Question

Two fun-loving otters are sliding toward each other on a muddy (and hence frictionless) horizontal surface. One of them, of mass 8.50 kg, is sliding to the left at 6.00 m/s, while the other, of mass 5.75 kg, is slipping to the right at 5.50 m/s. They hold fast to each other after they collide.
(a) Find the magnitude and direction of the velocity of these free-spirited otters right after they collide.
(b) How much mechanical energy dissipates during this play?

Answer 1

Answer:

(a). The magnitude and direction of the velocity of the otters after collision is 1.35 m/s toward left.

(b). The mechanical energy dissipates during this play is 226.98 J.

Explanation:

Given that,

Mass of one otter = 8.50 kg

Speed = 6.00 m/s

Mass of other = 5.75 kg

Speed = 5.50 m/s

(a).
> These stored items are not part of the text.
@dataclass(frozen=True)
class CompiledStack:
    """The built-in guide, pilot and actuators packed into arrays for :func:`compiled_tick`."""

    waypoints: FloatArray
    count: NDArray[np.int64]
    los: FloatArray
    legs: FloatArray
    pilot: FloatArray
    act_params: FloatArray
    layout: int

    @classmethod
    def pack(cls, guide: LosGuide, pilot: NomotoPidPilot, actuation: Actuation) -> CompiledStack:
        """Pack the built-in blocks of a batch."""
        n = guide.path.n_trials
        p = guide.params
        los = np.stack([np.broadcast_to(np.asarray(v, dtype=float), (n,)) for v in
                        (p.lookahead_m, p.integral_gain, p.acceptance_radius_m, float(p.switch_on_pass))],
                       axis=1)  # fmt: skip
        h, s, ref = pilot.heading, pilot.speed, pilot.reference
        pil = np.array([
            h.kp, h.ki, h.kd, h.output_max, float(h.anti_windup),
            s.kp, s.ki, s.kd, s.output_max, float(s.anti_windup),
            pilot.nomoto_gain_per_s, pilot.nomoto_time_constant_s,
            float(ref is not None),
            ref.natural_frequency_rad_s if ref is not None else 1.0,
            ref.damping_ratio if ref is not None else 1.0,
            ref.rate_max_rad_s if ref is not None else np.inf,
            ref.accel_max_rad_s2 if ref is not None else np.inf,
            pilot.surge_x_u, pilot.surge_x_uu,
        ], dtype=float)  # fmt: skip
        prop = actuation.craft.propulsion
        rho = actuation.rho
        if isinstance(prop, DifferentialThrustParams):
            layout = 0
            vals = []
            for side in (prop.port, prop.starboard):
                d = (float(side.k_fwd_n_per_rps2) / (THRUSTER_BOLLARD_KT * rho)) ** 0.25
                vals += [side.y_m, side.k_fwd_n_per_rps2, side.k_rev_n_per_rps2, side.n_max_rps,
                         side.n_rate_max_rps_per_s, side.time_constant_s, 0.25 * math.pi * d * d]  # fmt: skip
            act = np.array([*vals, rho, math.radians(HARD_OVER_DEG)], dtype=float)
        else:
            layout = 1
            pr = prop.propeller
            act = np.array([
                pr.k_fwd_n_per_rps2, pr.k_rev_n_per_rps2, pr.n_max_rps, pr.n_rate_max_rps_per_s, pr.time_constant_s,
                pr.y_m, prop.thrust_deduction, prop.wake_fraction, 0.25 * math.pi * float(prop.prop_diameter_m) ** 2,
                prop.rudder_area_m2, prop.rudder_lift_slope_per_rad, prop.slipstream_fraction, prop.rudder_x_m,
                math.radians(float(prop.rudder_max_deg)), math.radians(float(prop.rudder_rate_max_deg_per_s)), rho,
            ], dtype=float)  # fmt: skip
        return cls(
            waypoints=np.ascontiguousarray(guide.path.waypoints, dtype=float),
            count=np.ascontiguousarray(guide.path.count, dtype=np.int64), los=np.ascontiguousarray(los),
            legs=np.ascontiguousarray(guide.leg_speed_mps, dtype=float), pilot=pil, act_params=act, layout=layout,
        )  # fmt: skip

    def init_state(self, heading_rad: FloatArray, act0: FloatArray) -> TickState:
        """Initial state: first leg, zero integrals, reference at the current heading."""
        n = heading_rad.shape[0]
        ref = np.zeros((n, 3))
        ref[:, 0] = heading_rad
        ref[:, 1] = heading_rad
        return TickState(leg=np.zeros(n, dtype=np.int64), e_int=np.zeros(n), done=np.zeros(n, dtype=bool),
                         pid=np.zeros((n, 2)), ref=ref, act=np.array(act0, dtype=float))  # fmt: skip


_jit = numba.njit(cache=True, error_model="numpy", inline="always")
We need to calculate the magnitude and direction of the velocity of these free-spirited otters right after they collide

Using conservation of momentum

$m_{1}v_{1}+m_{2}v_{2}=(m_{1}+m_{2})v$

Put the value into the formula

$8.50\times(-6.00)+5.75\times5.50=(8.50+5.75)\times v$

$v=\dfrac{-19.375}{14.25}$

$v=-1.35\ m/s$

Negative sign shows the direction of motion of the object after collision is toward left.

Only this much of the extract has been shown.